Material provided Block Start

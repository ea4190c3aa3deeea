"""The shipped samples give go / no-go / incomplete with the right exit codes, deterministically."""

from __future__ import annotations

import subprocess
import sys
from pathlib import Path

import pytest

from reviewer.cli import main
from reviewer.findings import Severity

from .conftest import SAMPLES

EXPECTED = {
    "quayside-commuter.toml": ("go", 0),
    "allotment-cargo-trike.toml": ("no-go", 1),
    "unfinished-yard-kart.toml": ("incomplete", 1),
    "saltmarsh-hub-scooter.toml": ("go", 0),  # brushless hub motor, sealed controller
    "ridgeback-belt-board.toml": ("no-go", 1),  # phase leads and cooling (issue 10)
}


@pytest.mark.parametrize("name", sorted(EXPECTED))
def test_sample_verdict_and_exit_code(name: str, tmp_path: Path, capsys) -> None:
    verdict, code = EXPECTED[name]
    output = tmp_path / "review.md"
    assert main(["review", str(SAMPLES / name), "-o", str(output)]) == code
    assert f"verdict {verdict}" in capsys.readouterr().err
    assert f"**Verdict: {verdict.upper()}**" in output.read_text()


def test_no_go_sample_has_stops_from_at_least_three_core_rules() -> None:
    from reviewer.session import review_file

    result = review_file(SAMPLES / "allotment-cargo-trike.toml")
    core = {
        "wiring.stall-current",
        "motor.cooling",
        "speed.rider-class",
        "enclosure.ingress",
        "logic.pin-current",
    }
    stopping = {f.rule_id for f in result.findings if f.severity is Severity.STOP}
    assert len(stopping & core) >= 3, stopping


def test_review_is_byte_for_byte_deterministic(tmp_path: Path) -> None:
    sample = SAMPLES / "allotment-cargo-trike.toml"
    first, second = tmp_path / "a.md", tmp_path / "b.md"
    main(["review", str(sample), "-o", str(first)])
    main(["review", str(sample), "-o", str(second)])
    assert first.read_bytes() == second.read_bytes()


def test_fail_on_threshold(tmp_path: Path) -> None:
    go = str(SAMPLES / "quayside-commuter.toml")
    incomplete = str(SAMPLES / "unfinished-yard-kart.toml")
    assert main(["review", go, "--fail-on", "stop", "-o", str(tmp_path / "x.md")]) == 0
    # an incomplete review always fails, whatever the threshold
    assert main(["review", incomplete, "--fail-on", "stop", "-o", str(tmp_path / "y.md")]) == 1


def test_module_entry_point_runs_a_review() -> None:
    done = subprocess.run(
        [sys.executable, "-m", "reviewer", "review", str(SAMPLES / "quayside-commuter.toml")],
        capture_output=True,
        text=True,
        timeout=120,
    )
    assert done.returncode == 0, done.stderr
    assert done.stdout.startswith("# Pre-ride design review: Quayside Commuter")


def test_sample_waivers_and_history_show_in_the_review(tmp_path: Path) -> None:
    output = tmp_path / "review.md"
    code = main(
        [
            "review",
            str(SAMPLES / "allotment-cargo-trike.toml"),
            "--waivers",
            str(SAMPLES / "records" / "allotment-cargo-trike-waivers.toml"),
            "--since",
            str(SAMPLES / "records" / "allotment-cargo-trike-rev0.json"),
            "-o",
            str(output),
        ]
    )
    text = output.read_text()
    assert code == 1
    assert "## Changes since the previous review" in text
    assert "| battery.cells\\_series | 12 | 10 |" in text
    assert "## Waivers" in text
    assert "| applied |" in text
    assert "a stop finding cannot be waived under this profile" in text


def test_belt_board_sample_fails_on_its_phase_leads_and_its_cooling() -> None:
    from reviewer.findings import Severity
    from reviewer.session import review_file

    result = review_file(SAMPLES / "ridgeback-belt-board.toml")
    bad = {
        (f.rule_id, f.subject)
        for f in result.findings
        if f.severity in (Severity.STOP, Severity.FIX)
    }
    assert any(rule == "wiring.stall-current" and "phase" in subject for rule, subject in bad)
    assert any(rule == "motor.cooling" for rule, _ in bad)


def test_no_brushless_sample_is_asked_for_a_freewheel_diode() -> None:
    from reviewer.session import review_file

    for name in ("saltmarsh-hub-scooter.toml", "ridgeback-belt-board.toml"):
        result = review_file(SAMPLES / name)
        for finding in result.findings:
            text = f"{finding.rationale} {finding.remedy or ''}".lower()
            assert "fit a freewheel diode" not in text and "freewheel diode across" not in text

Material provided Block End

What is being asked. Take the lines from the top of the data through the one that contains "motor, sealed controller" and copy them exactly, leaving out every line after it.

Response for this exercise.
repository ea4190c3aa3deeea
"""The shipped samples give go / no-go / incomplete with the right exit codes, deterministically."""

from __future__ import annotations

import subprocess
import sys
from pathlib import Path

import pytest

from reviewer.cli import main
from reviewer.findings import Severity

from .conftest import SAMPLES

EXPECTED = {
    "quayside-commuter.toml": ("go", 0),
    "allotment-cargo-trike.toml": ("no-go", 1),
    "unfinished-yard-kart.toml": ("incomplete", 1),
    "saltmarsh-hub-scooter.toml": ("go", 0),  # brushless hub motor, sealed controller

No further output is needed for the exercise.